*** Block opens ***
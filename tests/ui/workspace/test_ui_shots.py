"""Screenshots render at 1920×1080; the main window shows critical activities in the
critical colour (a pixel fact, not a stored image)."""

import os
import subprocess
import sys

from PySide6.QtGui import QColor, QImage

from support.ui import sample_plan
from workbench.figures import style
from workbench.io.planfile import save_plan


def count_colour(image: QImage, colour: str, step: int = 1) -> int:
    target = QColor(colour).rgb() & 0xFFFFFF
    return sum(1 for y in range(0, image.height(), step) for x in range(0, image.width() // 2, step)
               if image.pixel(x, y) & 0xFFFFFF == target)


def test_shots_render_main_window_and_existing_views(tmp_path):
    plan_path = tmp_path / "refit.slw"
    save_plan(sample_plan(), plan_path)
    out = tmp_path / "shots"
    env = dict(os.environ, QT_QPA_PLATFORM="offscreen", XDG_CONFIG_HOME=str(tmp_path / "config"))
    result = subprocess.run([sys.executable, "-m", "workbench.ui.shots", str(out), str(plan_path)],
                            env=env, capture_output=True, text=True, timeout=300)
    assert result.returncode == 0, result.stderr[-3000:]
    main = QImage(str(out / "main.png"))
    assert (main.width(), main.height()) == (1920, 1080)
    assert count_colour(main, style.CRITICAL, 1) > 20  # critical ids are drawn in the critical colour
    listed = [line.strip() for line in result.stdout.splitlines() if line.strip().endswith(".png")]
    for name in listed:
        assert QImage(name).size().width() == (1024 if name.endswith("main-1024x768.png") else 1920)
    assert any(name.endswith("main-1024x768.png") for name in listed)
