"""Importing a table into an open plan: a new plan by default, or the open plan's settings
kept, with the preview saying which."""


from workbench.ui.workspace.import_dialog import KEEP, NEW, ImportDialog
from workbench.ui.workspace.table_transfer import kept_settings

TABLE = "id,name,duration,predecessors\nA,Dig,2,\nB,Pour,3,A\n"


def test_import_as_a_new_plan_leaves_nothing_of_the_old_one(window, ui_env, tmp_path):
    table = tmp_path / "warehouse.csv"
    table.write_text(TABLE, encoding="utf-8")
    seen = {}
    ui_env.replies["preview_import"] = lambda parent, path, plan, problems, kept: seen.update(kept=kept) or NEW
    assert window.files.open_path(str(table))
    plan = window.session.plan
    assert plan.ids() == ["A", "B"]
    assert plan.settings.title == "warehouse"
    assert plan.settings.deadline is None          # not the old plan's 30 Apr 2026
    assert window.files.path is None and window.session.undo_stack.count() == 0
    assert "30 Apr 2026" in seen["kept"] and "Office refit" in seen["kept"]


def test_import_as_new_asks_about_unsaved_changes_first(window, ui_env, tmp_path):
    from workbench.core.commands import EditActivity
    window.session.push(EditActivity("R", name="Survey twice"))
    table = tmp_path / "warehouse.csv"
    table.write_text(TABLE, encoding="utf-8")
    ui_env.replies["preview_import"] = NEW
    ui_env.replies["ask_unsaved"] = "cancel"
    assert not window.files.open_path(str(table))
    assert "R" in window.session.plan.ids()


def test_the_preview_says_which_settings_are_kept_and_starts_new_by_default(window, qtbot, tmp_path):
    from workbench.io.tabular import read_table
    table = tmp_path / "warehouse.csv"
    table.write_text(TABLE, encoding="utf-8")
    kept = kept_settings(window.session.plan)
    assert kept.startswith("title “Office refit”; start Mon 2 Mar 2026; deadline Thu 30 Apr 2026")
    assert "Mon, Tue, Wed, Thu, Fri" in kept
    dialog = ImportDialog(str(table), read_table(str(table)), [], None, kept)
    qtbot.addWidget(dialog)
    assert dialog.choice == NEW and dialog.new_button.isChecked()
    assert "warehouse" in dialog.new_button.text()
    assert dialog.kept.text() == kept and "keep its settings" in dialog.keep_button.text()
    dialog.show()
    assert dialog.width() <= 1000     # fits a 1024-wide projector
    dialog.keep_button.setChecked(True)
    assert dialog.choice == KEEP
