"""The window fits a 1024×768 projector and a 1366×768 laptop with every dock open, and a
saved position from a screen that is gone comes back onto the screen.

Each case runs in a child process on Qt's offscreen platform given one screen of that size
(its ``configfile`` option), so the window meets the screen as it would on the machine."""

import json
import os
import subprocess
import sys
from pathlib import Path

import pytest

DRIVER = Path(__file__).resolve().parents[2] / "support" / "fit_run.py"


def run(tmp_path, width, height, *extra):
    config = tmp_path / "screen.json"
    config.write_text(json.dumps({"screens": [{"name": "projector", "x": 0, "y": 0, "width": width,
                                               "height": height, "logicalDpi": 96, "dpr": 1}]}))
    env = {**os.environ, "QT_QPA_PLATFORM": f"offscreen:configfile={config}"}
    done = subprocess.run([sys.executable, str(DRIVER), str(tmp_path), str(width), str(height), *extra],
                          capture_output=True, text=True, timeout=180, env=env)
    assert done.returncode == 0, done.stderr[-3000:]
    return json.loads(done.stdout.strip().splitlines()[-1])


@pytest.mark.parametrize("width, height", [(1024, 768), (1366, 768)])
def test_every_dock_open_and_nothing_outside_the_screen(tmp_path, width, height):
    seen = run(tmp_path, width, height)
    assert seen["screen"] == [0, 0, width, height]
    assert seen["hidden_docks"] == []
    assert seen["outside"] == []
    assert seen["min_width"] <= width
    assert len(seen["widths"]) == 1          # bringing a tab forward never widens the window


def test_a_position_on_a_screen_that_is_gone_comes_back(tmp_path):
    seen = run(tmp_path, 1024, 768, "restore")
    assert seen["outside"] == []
*** Block closes ***
▸ **Description of the task**
From the data above, output exactly the lines between the one containing "return sum(1 for" and the one containing "main = QImage(str(out", counting both of them.

▸ **Exercise answer**
    return sum(1 for y in range(0, image.height(), step) for x in range(0, image.width() // 2, step)
               if image.pixel(x, y) & 0xFFFFFF == target)


def test_shots_render_main_window_and_existing_views(tmp_path):
    plan_path = tmp_path / "refit.slw"
    save_plan(sample_plan(), plan_path)
    out = tmp_path / "shots"
    env = dict(os.environ, QT_QPA_PLATFORM="offscreen", XDG_CONFIG_HOME=str(tmp_path / "config"))
    result = subprocess.run([sys.executable, "-m", "workbench.ui.shots", str(out), str(plan_path)],
                            env=env, capture_output=True, text=True, timeout=300)
    assert result.returncode == 0, result.stderr[-3000:]
    main = QImage(str(out / "main.png"))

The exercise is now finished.